__ACTION ITEM__. Take the entries below and print, exactly, the stretch from the line containing "buffer) on the" through the line containing "rest is compared.", both included.

---- RECORDED DATA

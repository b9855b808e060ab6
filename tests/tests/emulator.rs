//! The firmware's whole application (`App`: driver, queue, receiver, gain
//! steps, supervisor, commands, buttons, battery and the screen in a RAM frame
//! buffer) on the Cortex-M4F, under QEMU's `mps2-an386` machine with
//! `-icount shift=0`, built with the board's own profile, against the same run
//! on the host: every readout must agree to 1e-5 relative, every reply and
//! note exactly, and every screen refresh's frame-buffer checksum exactly.
//! Prints the application's cost in instructions per second and as a share of
//! a 100 MHz Cortex-M4 (SysTick counts one tick per 40 instructions under that
//! setting).
//!
//! Without `qemu-system-arm` or the board target the test is listed as ignored
//! with the reason; `UNDERTONE_REQUIRE_QEMU=1` (set by `.ci/run`) makes it
//! mandatory.

use undertone_firmware::emulated::{EMU_FRAMES, EMU_OSR};
use undertone_tests::target::{build_emu, have_qemu, run_qemu, EmuProfile};

fn host_run() -> Vec<String> {
    let mut lines = Vec::new();
    let rep = undertone_firmware::emulated::run(EMU_FRAMES, &mut || 0, &mut |l| lines.push(l.to_string()));
    lines.push(format!(
        "E frames={} readouts={} screens={} gain_steps={} rejected={}",
        rep.frames, rep.readouts, rep.screens, rep.gain_steps, rep.rejected
    ));
    lines
}

fn close(a: &str, b: &str) -> bool {
    match (a.parse::<f64>(), b.parse::<f64>()) {
        (Ok(x), Ok(y)) if x.is_nan() && y.is_nan() => true,
        (Ok(x), Ok(y)) => (x - y).abs() <= 1e-5 * x.abs().max(y.abs()).max(1e-30),
        _ => a == b,
    }
}

fn field(line: &str, key: &str) -> f64 {
    line.split_whitespace().find_map(|w| w.strip_prefix(key)).and_then(|v| v.parse().ok()).unwrap_or(f64::NAN)
}

#[test]
#[cfg_attr(undertone_no_qemu, ignore = "emulator check NOT RUN: qemu-system-arm not found (apt-get install -y qemu-system-arm)")]
#[cfg_attr(
    undertone_no_target,
    ignore = "emulator check NOT RUN: the thumbv7em-none-eabihf target is not installed (run `cargo board`, which installs it)"
)]
fn emulator_and_host_agree() {
    assert!(have_qemu(), "qemu-system-arm does not run (apt-get install -y qemu-system-arm)");
    let image = build_emu(EmuProfile::Board).unwrap_or_else(|e| panic!("{e}"));
    let output = run_qemu(&image).unwrap_or_else(|e| panic!("{e}"));
    // "B" lines are the image's cost table (no host twin); the rest is compared.
    let bench: Vec<&str> = output.lines().filter(|l| l.starts_with("B ")).collect();
    let target: Vec<&str> = output.lines().filter(|l| !l.starts_with("B ")).collect();
    let host = host_run();
    let last = *target.last().expect("the image printed something");
    assert!(last.starts_with("E "), "the image did not finish: {last}");
    assert!(!target.iter().any(|l| l.starts_with("E ") && *l != last), "the image reported an error");
    let readouts = target.iter().filter(|l| l.starts_with("R ")).count();
    assert!(readouts > 50, "{readouts} readouts");
    assert_eq!(target.len(), host.len(), "line counts differ");
    let (mut compared, mut screens) = (0, 0);
    let mut worst = 0.0f64;
    for (t, h) in target.iter().zip(&host) {
        if t.starts_with("E ") {
            continue;
        }
        if !t.starts_with("R ") {
            // Screens (frame-buffer checksums), replies and notes: exactly the same.
            assert_eq!(t, h);
            screens += t.starts_with("S ") as usize;
            compared += 1;
            continue;
        }
        let (tw, hw): (Vec<&str>, Vec<&str>) = (t.split_whitespace().collect(), h.split_whitespace().collect());
        assert_eq!(tw.len(), hw.len(), "\n target: {t}\n host:   {h}");
        for (a, b) in tw.iter().zip(&hw) {
            assert!(close(a, b), "\n target: {t}\n host:   {h}");
            if let (Ok(x), Ok(y)) = (a.parse::<f64>(), b.parse::<f64>()) {
                if x.is_finite() && y.is_finite() && x != 0.0 {
                    worst = worst.max((x - y).abs() / x.abs());
                }
            }
        }
        compared += 1;
    }
    // The screens compared include the walk in, the point over the sonde, the depth shown and the menu.
    let find = |what: &str| target.iter().find(|l| l.starts_with("S ") && l.contains(what)).copied();
    let walking = find("locate ahead").expect("a refresh while walking toward the sonde");
    let over = find("locate over centred").expect("a refresh over the sonde");
    let depth = find(" depth").expect("a refresh showing the depth");
    let menu = find("text Menu").expect("a refresh of the menu");
    // Over the sonde the target reads the emulated depth (1.2 m below the lower coil).
    let depth_m: f64 =
        target.iter().rev().find(|l| l.starts_with("R ")).and_then(|l| l.split_whitespace().nth(7)).and_then(|v| v.parse().ok()).unwrap();
    assert!((depth_m - 1.2).abs() < 0.05, "depth {depth_m}");
    // The whole application: every pass of the main loop (queue, receiver, gains, supervisor,
    // commands, buttons, battery, screen), in emulated seconds of conversions.
    let fs = EMU_OSR.rate_hz() as f64;
    let seconds = field(last, "frames=") / fs;
    let per_s = field(last, "app_ticks=") * 40.0 / seconds;
    let bench_field =
        |name: &str, key: &str| bench.iter().find(|l| l.split_whitespace().nth(1) == Some(name)).map(|l| field(l, key)).unwrap_or(f64::NAN);
    let rx_per_cs = bench_field("receiver", "ticks=") * 40.0 / bench_field("receiver", "channel_samples=");
    let screen_per = bench_field("screen-draw", "ticks=") * 40.0 / bench_field("screen-draw", "draws=");
    let fit_per = bench_field("six-coil-fit-warm", "ticks=") * 40.0 / bench_field("six-coil-fit-warm", "fits=");
    // What it prints is also kept in `target/emulator-report.txt`.
    let mut report = String::new();
    macro_rules! say {
        ($($t:tt)*) => {{
            let l = format!($($t)*);
            println!("{l}");
            report.push_str(&l);
            report.push('\n');
        }};
    }
    say!("emulator check: {compared} lines agree with the host run (largest relative difference {worst:.2e})");
    say!("  {screens} screen refreshes with equal frame-buffer checksums, among them:");
    for l in [walking, over, depth, menu] {
        say!("    {l}");
    }
    say!("cost on the Cortex-M4F (QEMU mps2-an386, -icount shift=0, 40 instructions per SysTick tick, board profile):");
    say!(
        "  whole application at {:.0} kSPS, 4 coils, 20 readouts/s, 10 refreshes/s: {:.2} M instructions/s = {:.1} % of a 100 MHz Cortex-M4",
        fs / 1000.0,
        per_s / 1e6,
        per_s / 1e6
    );
    say!("  of which the receiver (detector and locator): {rx_per_cs:.1} instructions per channel-sample");
    say!("  of which the screen: {:.0} instructions per refresh ({:.2} % at 10 refreshes/s)", screen_per, screen_per * 10.0 / 1e6);
    say!(
        "  the 32 kSPS board: {:.2} M instructions/s = {:.1} % (receiver at 128 000 channel-samples/s added)",
        (per_s + rx_per_cs * 4.0 * (32_000.0 - fs)) / 1e6,
        (per_s + rx_per_cs * 4.0 * (32_000.0 - fs)) / 1e6
    );
    say!(
        "  a 6-coil head adds the one-station fit: {:.0} instructions per readout ({:.1} % at 20 readouts/s)",
        fit_per,
        fit_per * 20.0 / 1e6
    );
    for b in bench {
        say!("  {b}");
    }
    // Kept for `.ci/run`, which shows it after the test run (a passing test's output is hidden).
    let _ = std::fs::write(undertone_tests::target::workspace().join("target").join("emulator-report.txt"), &report);
}
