//! Quadrature reference oscillator shared by every coil.
//!
//! Produces `e^{−jωn}` for the absolute sample index `n`. The phase at the
//! start of each pre-decimation block is computed exactly (f64 turns, reduced
//! modulo one cycle) and the block is then stepped by an f32 complex rotation
//! `e^{−jω}`, so rounding cannot accumulate beyond one block (tens to hundreds
//! of samples: < 1e-5 rad).

use crate::complex::C32;

/// Oscillator at `cycles` per sample.
#[derive(Clone, Copy, Debug, PartialEq)]
#[cfg_attr(feature = "defmt", derive(defmt::Format))]
pub struct Nco {
    cycles: f64,
    rotor: C32,
    /// Current value `e^{−jωn}`.
    pub value: C32,
}

impl Nco {
    /// New oscillator at `cycles` per sample (f/fs), at n = 0.
    pub fn new(cycles: f64) -> Self {
        let w = 2.0 * core::f64::consts::PI * cycles;
        Self { cycles, rotor: C32::new(libm::cos(w) as f32, -libm::sin(w) as f32), value: C32::new(1.0, 0.0) }
    }

    /// Frequency in cycles per sample.
    pub fn cycles(&self) -> f64 {
        self.cycles
    }

    /// Advance one sample.
    #[inline(always)]
    pub fn step(&mut self) {
        self.value = self.value * self.rotor;
    }

    /// Set the value exactly for absolute sample index `n`.
    pub fn sync(&mut self, n: u64) {
        self.value = reference_at(self.cycles, n);
    }
}

/// `e^{−j2π·cycles·n}` computed from the phase reduced modulo one turn.
pub fn reference_at(cycles: f64, n: u64) -> C32 {
    // Split n so the product keeps full precision for very long runs.
    let hi = (n >> 24) as f64 * 16_777_216.0;
    let lo = (n & 0xFF_FFFF) as f64;
    let mut turns = frac(cycles * hi) + frac(cycles * lo);
    turns = frac(turns);
    let ph = -2.0 * core::f64::consts::PI * turns;
    C32::new(libm::cos(ph) as f32, libm::sin(ph) as f32)
}

fn frac(x: f64) -> f64 {
    x - libm::floor(x)
}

--------

__ANSWER SPACE__.
//! buffer) on the Cortex-M4F, under QEMU's `mps2-an386` machine with
//! `-icount shift=0`, built with the board's own profile, against the same run
//! on the host: every readout must agree to 1e-5 relative, every reply and
//! note exactly, and every screen refresh's frame-buffer checksum exactly.
//! Prints the application's cost in instructions per second and as a share of
//! a 100 MHz Cortex-M4 (SysTick counts one tick per 40 instructions under that
//! setting).
//!
//! Without `qemu-system-arm` or the board target the test is listed as ignored
//! with the reason; `UNDERTONE_REQUIRE_QEMU=1` (set by `.ci/run`) makes it
//! mandatory.

use undertone_firmware::emulated::{EMU_FRAMES, EMU_OSR};
use undertone_tests::target::{build_emu, have_qemu, run_qemu, EmuProfile};

fn host_run() -> Vec<String> {
    let mut lines = Vec::new();
    let rep = undertone_firmware::emulated::run(EMU_FRAMES, &mut || 0, &mut |l| lines.push(l.to_string()));
    lines.push(format!(
        "E frames={} readouts={} screens={} gain_steps={} rejected={}",
        rep.frames, rep.readouts, rep.screens, rep.gain_steps, rep.rejected
    ));
    lines
}

fn close(a: &str, b: &str) -> bool {
    match (a.parse::<f64>(), b.parse::<f64>()) {
        (Ok(x), Ok(y)) if x.is_nan() && y.is_nan() => true,
        (Ok(x), Ok(y)) => (x - y).abs() <= 1e-5 * x.abs().max(y.abs()).max(1e-30),
        _ => a == b,
    }
}

fn field(line: &str, key: &str) -> f64 {
    line.split_whitespace().find_map(|w| w.strip_prefix(key)).and_then(|v| v.parse().ok()).unwrap_or(f64::NAN)
}

#[test]
#[cfg_attr(undertone_no_qemu, ignore = "emulator check NOT RUN: qemu-system-arm not found (apt-get install -y qemu-system-arm)")]
#[cfg_attr(
    undertone_no_target,
    ignore = "emulator check NOT RUN: the thumbv7em-none-eabihf target is not installed (run `cargo board`, which installs it)"
)]
fn emulator_and_host_agree() {
    assert!(have_qemu(), "qemu-system-arm does not run (apt-get install -y qemu-system-arm)");
    let image = build_emu(EmuProfile::Board).unwrap_or_else(|e| panic!("{e}"));
    let output = run_qemu(&image).unwrap_or_else(|e| panic!("{e}"));
    // "B" lines are the image's cost table (no host twin); the rest is compared.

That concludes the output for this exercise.